She tumbled through the hatch, helped by a sudden course correction. She’d been “helped” to a lot of bruises in a very short time. Her collection might soon overwhelm any non-bruised skin. She landed at Norm’s feet and looked up. He was still at his position. He made a move to help her, but she shook her head. She managed to get back into her seat on her own. It wasn’t really a blessing. It felt like she’d come full circle without really getting anywhere.

  She looked at her watch again and then gave it a shake. Was it still working? If it was broken, it wasn’t completely, because she was still breathing. Even if it was wrong, how wrong could it be? No matter how she parsed it, Norm was late for his injury. And if that wasn’t a freaking, weird thought, she didn’t know what a freaking weird thought was.

  She plugged back into the intercom and crew chatter exploded in her ears.

  “Bandit at six o’clock!”

  “Look out, got one coming in high and right!”

  “Kennedy, watch it back there!”

  And the calm voice of Ram, running through it. “Steady, steady. We’re going in.”

  They’d started their bomb run, which meant they were going back into the flak zone again. Great.

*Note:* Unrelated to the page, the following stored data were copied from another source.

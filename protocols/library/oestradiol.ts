import type { ProtocolBody } from '../types';
import {
  benzoate,
  cloprostenol,
  cypionate,
  days,
  deviceIn,
  deviceOut,
  ecg,
  gnrh,
  heatBy,
  hours,
  notInHeat,
  oestradiolNote,
  patchRead,
  pg,
  protocol,
  service,
  source,
  yarding,
} from './parts';

const meneghetti = source(
  'meneghetti',
  'Fixed-time AI of Nelore cows, device, oestradiol and calf removal',
  'Meneghetti et al., Theriogenology 72:179-189',
  'read',
  { year: 2009 },
);
const sales = source(
  'sales',
  'Oestradiol benzoate 24 h after removal or cypionate at removal',
  'Sales et al., Theriogenology 78:510-516',
  'read',
  { year: 2012, note: 'LH surge 19.6 h after benzoate, 50.5 h after cypionate.' },
);
const rbz = source(
  'rbz',
  'Nelore cows, 8-day device with and without eCG',
  'Revista Brasileira de Zootecnia (SciELO)',
  'read',
  { year: 2014 },
);
const braford = source('braford', 'J-Synch and conventional protocol in Braford heifers', 'DOAJ article', 'read', {
  url: 'https://doaj.org/article/77cc12a6b2574058b49de8c59928c283',
  note: '44.3 % against 42.5 % pregnant.',
});

/** Nine days with a device, calves off for the last two: Nelore cows. */
export const nelore9: ProtocolBody = protocol({
  name: '9-day device with oestradiol, Bos indicus cows, 48 h',
  summary:
    'Device and benzoate, prostaglandin two days before removal, cypionate at removal with calves off, AI 48 h later. Four yardings.',
  family: 'oestradiol',
  classes: ['cow', 'firstCalver'],
  biology: 'indicus',
  visits: [
    yarding('in', 'Devices in'),
    yarding('pg', 'Prostaglandin'),
    yarding('out', 'Devices out'),
    yarding('ai', 'AI'),
  ],
  steps: [
    deviceIn('in', { sourceLabel: 'Day 0' }),
    benzoate('ob', 'in', 2),
    pg('pg', 'pg', 12.5, { sourceLabel: 'Day 7' }),
    deviceOut('out', { sourceLabel: 'Day 9' }),
    cypionate('oc', 'out', 0.5),
    { id: 'calvesOff', kind: 'calvesOff', level: 'group', visit: 'out', items: [] },
    service('service', 'ai', { sourceLabel: 'Day 11' }),
    { id: 'calvesBack', kind: 'calvesBack', level: 'group', visit: 'ai', items: [] },
  ],
  gaps: [
    days('deviceIn', 'pg', 7, { source: 'meneghetti', mark: 'read' }),
    days('pg', 'deviceOut', 2, { source: 'meneghetti', mark: 'read' }),
    hours('deviceOut', 'service', 46, 48, 50, {
      source: 'meneghetti',
      mark: 'read',
      note: '48 h is read; the 2 h either side are the vet’s.',
    }),
  ],
  timingAnchor: 'deviceOut',
  serviceStep: 'service',
  sources: [meneghetti],
  notes: [
    'For anoestrous mobs the source gives prostaglandin at removal instead.',
    'The trial reused devices; labels say single use.',
    oestradiolNote,
  ],
});

const inducer = {
  id: 'inducer',
  label: 'Ovulation inducer',
  values: [
    { id: 'oc', label: 'cypionate at removal' },
    { id: 'ob', label: 'benzoate 24 h after removal' },
  ],
  default: 'oc',
};

/** Eight days, with the choice of ester: it decides the number of yardings. */
export const indicus8: ProtocolBody = protocol({
  name: '8-day device with oestradiol, Bos indicus cows, 48 to 54 h',
  summary:
    'Device and benzoate, out with prostaglandin after eight days, cypionate at removal or benzoate a day later, AI 48 to 54 h after removal.',
  family: 'oestradiol',
  classes: ['cow', 'firstCalver', 'heifer'],
  biology: 'indicus',
  options: [
    inducer,
    {
      id: 'ecg',
      label: 'eCG at removal',
      values: [
        { id: 'with', label: 'with eCG' },
        { id: 'without', label: 'without eCG' },
      ],
      default: 'with',
    },
  ],
  visits: [
    yarding('in', 'Devices in'),
    yarding('out', 'Devices out'),
    yarding('induce', 'Benzoate'),
    yarding('ai', 'AI'),
  ],
  steps: [
    deviceIn('in', { sourceLabel: 'Day 0' }),
    benzoate('ob1', 'in', 2),
    deviceOut('out', { sourceLabel: 'Day 8' }),
    cloprostenol('pg', 'out', 250),
    ecg('ecg', 'out', 300, { when: { option: 'ecg', is: 'with' } }),
    cypionate('oc', 'out', 0.5, { when: { option: 'inducer', is: 'oc' } }),
    benzoate('ob2', 'induce', 1, { when: { option: 'inducer', is: 'ob' } }),
    service('service', 'ai', { sourceLabel: 'Day 10' }),
  ],
  gaps: [
    days('deviceIn', 'deviceOut', 8, { source: 'rbz', mark: 'read' }),
    { ...days('deviceOut', 'ob2', 1, { source: 'sales', mark: 'read' }), when: { option: 'inducer', is: 'ob' } },
    hours('deviceOut', 'service', 48, 51, 54, { source: 'rbz', mark: 'read' }),
  ],
  timingAnchor: 'deviceOut',
  serviceStep: 'service',
  sources: [rbz, sales],
  notes: [oestradiolNote],
});

/** Six days, no oestradiol at removal; those not in heat get GnRH at AI. */
export const jSynchHeifers: ProtocolBody = protocol({
  name: '6-day device with oestradiol, heifers, 72 h',
  summary:
    'Device and benzoate, out with prostaglandin after six days, AI of those in heat at 60 h, the rest at 72 h with GnRH.',
  family: 'oestradiol',
  classes: ['heifer'],
  biology: 'any',
  observations: [heatBy('heat60', 'In heat by 60 h')],
  visits: [
    yarding('in', 'Devices in'),
    yarding('out', 'Devices out'),
    yarding('ai1', 'First AI'),
    yarding('ai2', 'Second AI'),
  ],
  steps: [
    deviceIn('in', { sourceLabel: 'Day 0' }),
    benzoate('ob', 'in', 2),
    deviceOut('out', { sourceLabel: 'Day 6' }),
    cloprostenol('pg', 'out'),
    { id: 'paint', kind: 'heatAidOn', level: 'animal', visit: 'out', items: [] },
    patchRead('ai1', 'heat60'),
    service('service1', 'ai1', { when: { observed: 'heat60', is: 'yes' } }),
    service('service2', 'ai2', { when: notInHeat('heat60') }),
    gnrh('gnrh', 'ai2', 100, { when: notInHeat('heat60') }),
  ],
  gaps: [
    days('deviceIn', 'deviceOut', 6, { source: 'braford', mark: 'read' }),
    hours('deviceOut', 'patchRead', 59, 60, 61, {
      source: 'braford',
      mark: 'read',
      note: '60 h is read; the hour either side is the vet’s.',
    }),
    hours('deviceOut', 'service2', 70, 72, 74, {
      source: 'braford',
      mark: 'read',
      note: '72 h is read; the 2 h either side are the vet’s.',
    }),
  ],
  timingAnchor: 'deviceOut',
  serviceStep: 'service1',
  sources: [braford],
  notes: ['In the trial tail paint rubbed by 40 % or more counted as in heat.', oestradiolNote],
});

/** The program of northern Australian practice, from memory. */
export const australian8: ProtocolBody = protocol({
  name: '8-day device with benzoate, Australian beef, 52 to 56 h',
  summary:
    'Device and benzoate, out with prostaglandin after eight days, benzoate a day later, AI 52 to 56 h after removal. Four yardings. All from memory.',
  family: 'oestradiol',
  classes: ['heifer', 'cow', 'firstCalver'],
  biology: 'any',
  visits: [yarding('in', 'Devices in'), yarding('out', 'Devices out'), yarding('ob', 'Benzoate'), yarding('ai', 'AI')],
  steps: [
    deviceIn('in', { sourceLabel: 'Day 0' }),
    benzoate('ob1', 'in'),
    deviceOut('out', { sourceLabel: 'Day 8' }),
    cloprostenol('pg', 'out'),
    ecg('ecg', 'out'),
    benzoate('ob2', 'ob', undefined, { sourceLabel: 'Day 9' }),
    service('service', 'ai', { sourceLabel: 'Day 10' }),
  ],
  gaps: [
    days('deviceIn', 'deviceOut', 8, { source: 'practice', mark: 'memory' }),
    days('deviceOut', 'ob2', 1, { source: 'practice', mark: 'memory' }),
    hours('deviceOut', 'service', 52, 54, 56, { source: 'practice', mark: 'memory' }),
  ],
  timingAnchor: 'deviceOut',
  serviceStep: 'service',
  sources: [source('practice', 'Practice in Queensland and New South Wales', 'no readable sheet', 'memory')],
  notes: [oestradiolNote],
});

  “Jack?” Norm’s voice broke into the battle chatter and Mel’s thoughts.

  She looked up and there was Jack, standing in the hatch. He looked tired. Actually everyone looked tired. She knew she felt tired, so she was probably part of “everyone.”

  “Are you all right?” He had to shout and she still almost didn’t hear him.

  She wasn’t all right and never would be again, but she nodded. It was easier.

  Jack’s gaze punched into hers, but she was too tried to care. “What happened back here?’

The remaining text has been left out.